What is being asked » Output the listing below in full, exactly as written.

Information supplied »
"""Every code block of the README runs: Python blocks with the names their snippets assume (a
fixture below), shell blocks as commands in a folder holding the files they name."""

from __future__ import annotations

import pathlib
import re
import shlex
import subprocess
import sys

import numpy as np
import pytest

README = pathlib.Path(__file__).resolve().parents[1] / "README.md"
TEXT = README.read_text(encoding="utf-8")
PYTHON = re.findall(r"```python\n(.*?)```", TEXT, re.S)
SHELL = re.findall(r"```bash\n(.*?)```", TEXT, re.S)
#: Self-contained blocks: run with nothing given.
RUNNABLE = [b for b in PYTHON if b.startswith("# runs as written")]
#: Commands not run here: installing the package (CI does it) and the test suite itself.
NOT_RUN = ("pip ", "pytest")


def names_the_snippets_assume() -> dict:
    """Invented data for every name the README's snippets use without defining it."""
    pd = pytest.importorskip("pandas")
    rng = np.random.default_rng(3)
    t = np.linspace(0.0, 20.0, 2001)
    xyz = np.column_stack([30 * np.cos(0.2 * t), 30 * np.sin(0.2 * t), 0.5 * t])
    n = len(t)
    t_all = np.concatenate([t, t + 0.005])
    xy_all = np.concatenate([xyz[:, :2], xyz[:, :2] + 5.0])
    order = np.argsort(t_all, kind="stable")  # two vehicles, rows interleaved in time
    gx, gy, gz = np.meshgrid(
        np.arange(-40, 40.5, 0.5),
        np.arange(-40, 40.5, 0.5),
        np.arange(-1, 11.5, 0.5),
        indexing="ij",
    )
    values = np.stack([-gy, gx, np.zeros_like(gz)], axis=-1)  # a swirl about the z axis
    a = np.linspace(0, 2 * np.pi, 361)[:-1]
    df = pd.DataFrame(
        {
            "t": t,
            "x": xyz[:, 0],
            "y": xyz[:, 1],
            "z": xyz[:, 2],
            "vehicle": np.repeat(["van-1", "van-2"], n // 2 + 1)[:n],
            "time": pd.Timestamp("2026-12-04T10:00:00Z") + pd.to_timedelta(t, unit="s"),
            "lat": 45.0 + xyz[:, 1] / 111_000,
            "lon": 9.0 + xyz[:, 0] / 78_000,
            "alt": 300.0 + xyz[:, 2],
            "drone": "d1",
        }
    )
    names = {
        "np": np,
        "t": t,
        "xyz": xyz,
        "noisy_xyz": xyz + rng.normal(0, 0.05, xyz.shape),
        "t_new": np.linspace(1.0, 19.0, 50),
        "t_all": t_all[order],
        "xy_all": xy_all[order],
        "vehicle_id": np.repeat(["a", "b"], n)[order],
        "v": np.full(n, 6.0),
        "drag_force": -0.5 * np.gradient(xyz, t, axis=0),
        "force": np.tile([0.0, 0.0, -9.81], (n, 1)),
        "ids": np.repeat([1, 2], [n // 2, n - n // 2]),
        "values": values,
        "grad_phi": lambda p: np.column_stack([0 * p[:, 0], 0 * p[:, 1], 9.81 + 0 * p[:, 2]]),
        "loop": np.column_stack([20 * np.cos(a), 20 * np.sin(a), np.full(len(a), 5.0)]),
        "df": df,
        "lat": df["lat"].to_numpy(),
        "lon": df["lon"].to_numpy(),
        "h": df["alt"].to_numpy(),
    }
    try:
        import dask.dataframe as dd

        names["ddf"] = dd.from_pandas(df, npartitions=2)
    except ImportError:  # pragma: no cover - the test extra installs dask
        pass
    return names


def test_there_are_blocks():
    assert RUNNABLE and PYTHON and SHELL


@pytest.mark.parametrize("block", PYTHON, ids=[f"python-{i}" for i in range(len(PYTHON))])
def test_python_block_runs(block):
    import osculate as osc

    ns = {} if block in RUNNABLE else {**names_the_snippets_assume(), "osc": osc}
    exec(compile(block, str(README), "exec"), ns)


@pytest.fixture(scope="module")
def files(tmp_path_factory):
    """The logs the shell examples name: log.parquet (a drone in WGS 84) and log.csv (vans)."""
    pytest.importorskip("pandas")
    pytest.importorskip("pyarrow")
    folder = tmp_path_factory.mktemp("readme")
    ns = names_the_snippets_assume()
    df = ns["df"]
    df[["t", "lat", "lon", "alt", "drone"]].to_parquet(folder / "log.parquet")
    noisy = df[["t", "x", "y", "vehicle"]].copy()
    noisy[["x", "y"]] += np.random.default_rng(4).normal(0, 0.05, (len(df), 2))
    noisy.to_csv(folder / "log.csv", index=False)
    return folder


def _commands() -> list[str]:
    out = []
    for block in SHELL:
        for line in block.splitlines():
            for part in line.split("#")[0].split("&&"):
                part = part.strip()
                if part and not part.startswith(NOT_RUN):
                    out.append(part)
    return out


@pytest.mark.parametrize("command", _commands())
def test_shell_command_runs(command, files):
    pytest.importorskip("matplotlib")  # the demo draws its figures
    args = shlex.split(command)
    assert args[0] == "osculate", command
    code = "import sys; from osculate.cli import main; sys.exit(main(sys.argv[1:]))"
    proc = subprocess.run(
        [sys.executable, "-c", code, *args[1:]],
        cwd=files,
        capture_output=True,
        text=True,
        timeout=300,
    )
    assert proc.returncode == 0, proc.stderr[-2000:]


def test_noisy_van_figures_match_the_readme():
    # The figures the README quotes beside the noisy-van example, to the digits it prints.
    # Truth from the scenario's construction: radius 25 m, turning = path length / 25 m.
    pytest.importorskip("pandas")
    ns: dict = {}
    exec(compile(RUNNABLE[0], str(README), "exec"), ns)
    s = ns["k"].summary_arrays()
    assert round(float(s["min_radius"][0]), 1) == 24.4
    assert round(float(s["min_radius_se"][0]), 1) == 0.9
    assert round(float(s["p5_radius"][0]), 1) == 23.2
    assert round(float(s["turning_angle"][0]), 2) == 17.71
    assert round(float(ns["s"][-1] / 25), 2) == 17.92
    assert int(s["stops"][0]) == 2
    assert np.isclose(ns["k"].fit_info["noise"][0], 0.05, rtol=0.1)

Response to this task »
"""Every code block of the README runs: Python blocks with the names their snippets assume (a
fixture below), shell blocks as commands in a folder holding the files they name."""

from __future__ import annotations

import pathlib
import re
import shlex
import subprocess
import sys

import numpy as np
import pytest

README = pathlib.Path(__file__).resolve().parents[1] / "README.md"
TEXT = README.read_text(encoding="utf-8")
PYTHON = re.findall(r"```python\n(.*?)```", TEXT, re.S)
SHELL = re.findall(r"```bash\n(.*?)```", TEXT, re.S)
#: Self-contained blocks: run with nothing given.
RUNNABLE = [b for b in PYTHON if b.startswith("# runs as written")]
#: Commands not run here: installing the package (CI does it) and the test suite itself.
NOT_RUN = ("pip ", "pytest")


def names_the_snippets_assume() -> dict:
    """Invented data for every name the README's snippets use without defining it."""
    pd = pytest.importorskip("pandas")
    rng = np.random.default_rng(3)
    t = np.linspace(0.0, 20.0, 2001)
    xyz = np.column_stack([30 * np.cos(0.2 * t), 30 * np.sin(0.2 * t), 0.5 * t])
    n = len(t)
    t_all = np.concatenate([t, t + 0.005])
    xy_all = np.concatenate([xyz[:, :2], xyz[:, :2] + 5.0])
    order = np.argsort(t_all, kind="stable")  # two vehicles, rows interleaved in time
    gx, gy, gz = np.meshgrid(
        np.arange(-40, 40.5, 0.5),
        np.arange(-40, 40.5, 0.5),
        np.arange(-1, 11.5, 0.5),
        indexing="ij",
    )
    values = np.stack([-gy, gx, np.zeros_like(gz)], axis=-1)  # a swirl about the z axis
    a = np.linspace(0, 2 * np.pi, 361)[:-1]
    df = pd.DataFrame(
        {
            "t": t,
            "x": xyz[:, 0],
            "y": xyz[:, 1],
            "z": xyz[:, 2],
            "vehicle": np.repeat(["van-1", "van-2"], n // 2 + 1)[:n],
            "time": pd.Timestamp("2026-12-04T10:00:00Z") + pd.to_timedelta(t, unit="s"),
            "lat": 45.0 + xyz[:, 1] / 111_000,
            "lon": 9.0 + xyz[:, 0] / 78_000,
            "alt": 300.0 + xyz[:, 2],
            "drone": "d1",
        }
    )
    names = {
        "np": np,
        "t": t,
        "xyz": xyz,
        "noisy_xyz": xyz + rng.normal(0, 0.05, xyz.shape),
        "t_new": np.linspace(1.0, 19.0, 50),
        "t_all": t_all[order],
        "xy_all": xy_all[order],
        "vehicle_id": np.repeat(["a", "b"], n)[order],
        "v": np.full(n, 6.0),
        "drag_force": -0.5 * np.gradient(xyz, t, axis=0),
        "force": np.tile([0.0, 0.0, -9.81], (n, 1)),
        "ids": np.repeat([1, 2], [n // 2, n - n // 2]),
        "values": values,
        "grad_phi": lambda p: np.column_stack([0 * p[:, 0], 0 * p[:, 1], 9.81 + 0 * p[:, 2]]),
        "loop": np.column_stack([20 * np.cos(a), 20 * np.sin(a), np.full(len(a), 5.0)]),
        "df": df,
        "lat": df["lat"].to_numpy(),
        "lon": df["lon"].to_numpy(),
        "h": df["alt"].to_numpy(),
    }
    try:
        import dask.dataframe as dd

        names["ddf"] = dd.from_pandas(df, npartitions=2)
    except ImportError:  # pragma: no cover - the test extra installs dask
        pass
    return names


def test_there_are_blocks():
    assert RUNNABLE and PYTHON and SHELL


@pytest.mark.parametrize("block", PYTHON, ids=[f"python-{i}" for i in range(len(PYTHON))])
def test_python_block_runs(block):
    import osculate as osc

    ns = {} if block in RUNNABLE else {**names_the_snippets_assume(), "osc": osc}
    exec(compile(block, str(README), "exec"), ns)


@pytest.fixture(scope="module")
def files(tmp_path_factory):
    """The logs the shell examples name: log.parquet (a drone in WGS 84) and log.csv (vans)."""
    pytest.importorskip("pandas")
    pytest.importorskip("pyarrow")
    folder = tmp_path_factory.mktemp("readme")
    ns = names_the_snippets_assume()
    df = ns["df"]
    df[["t", "lat", "lon", "alt", "drone"]].to_parquet(folder / "log.parquet")
    noisy = df[["t", "x", "y", "vehicle"]].copy()
    noisy[["x", "y"]] += np.random.default_rng(4).normal(0, 0.05, (len(df), 2))
    noisy.to_csv(folder / "log.csv", index=False)
    return folder


def _commands() -> list[str]:
    out = []
    for block in SHELL:
        for line in block.splitlines():
            for part in line.split("#")[0].split("&&"):
                part = part.strip()
                if part and not part.startswith(NOT_RUN):
                    out.append(part)
    return out


@pytest.mark.parametrize("command", _commands())
def test_shell_command_runs(command, files):
    pytest.importorskip("matplotlib")  # the demo draws its figures
    args = shlex.split(command)
    assert args[0] == "osculate", command
    code = "import sys; from osculate.cli import main; sys.exit(main(sys.argv[1:]))"
    proc = subprocess.run(
        [sys.executable, "-c", code, *args[1:]],
        cwd=files,
        capture_output=True,
        text=True,
        timeout=300,
    )
    assert proc.returncode == 0, proc.stderr[-2000:]


def test_noisy_van_figures_match_the_readme():
    # The figures the README quotes beside the noisy-van example, to the digits it prints.
    # Truth from the scenario's construction: radius 25 m, turning = path length / 25 m.
    pytest.importorskip("pandas")
    ns: dict = {}
    exec(compile(RUNNABLE[0], str(README), "exec"), ns)
    s = ns["k"].summary_arrays()
    assert round(float(s["min_radius"][0]), 1) == 24.4
    assert round(float(s["min_radius_se"][0]), 1) == 0.9
    assert round(float(s["p5_radius"][0]), 1) == 23.2
    assert round(float(s["turning_angle"][0]), 2) == 17.71
    assert round(float(ns["s"][-1] / 25), 2) == 17.92
    assert int(s["stops"][0]) == 2
    assert np.isclose(ns["k"].fit_info["noise"][0], 0.05, rtol=0.1)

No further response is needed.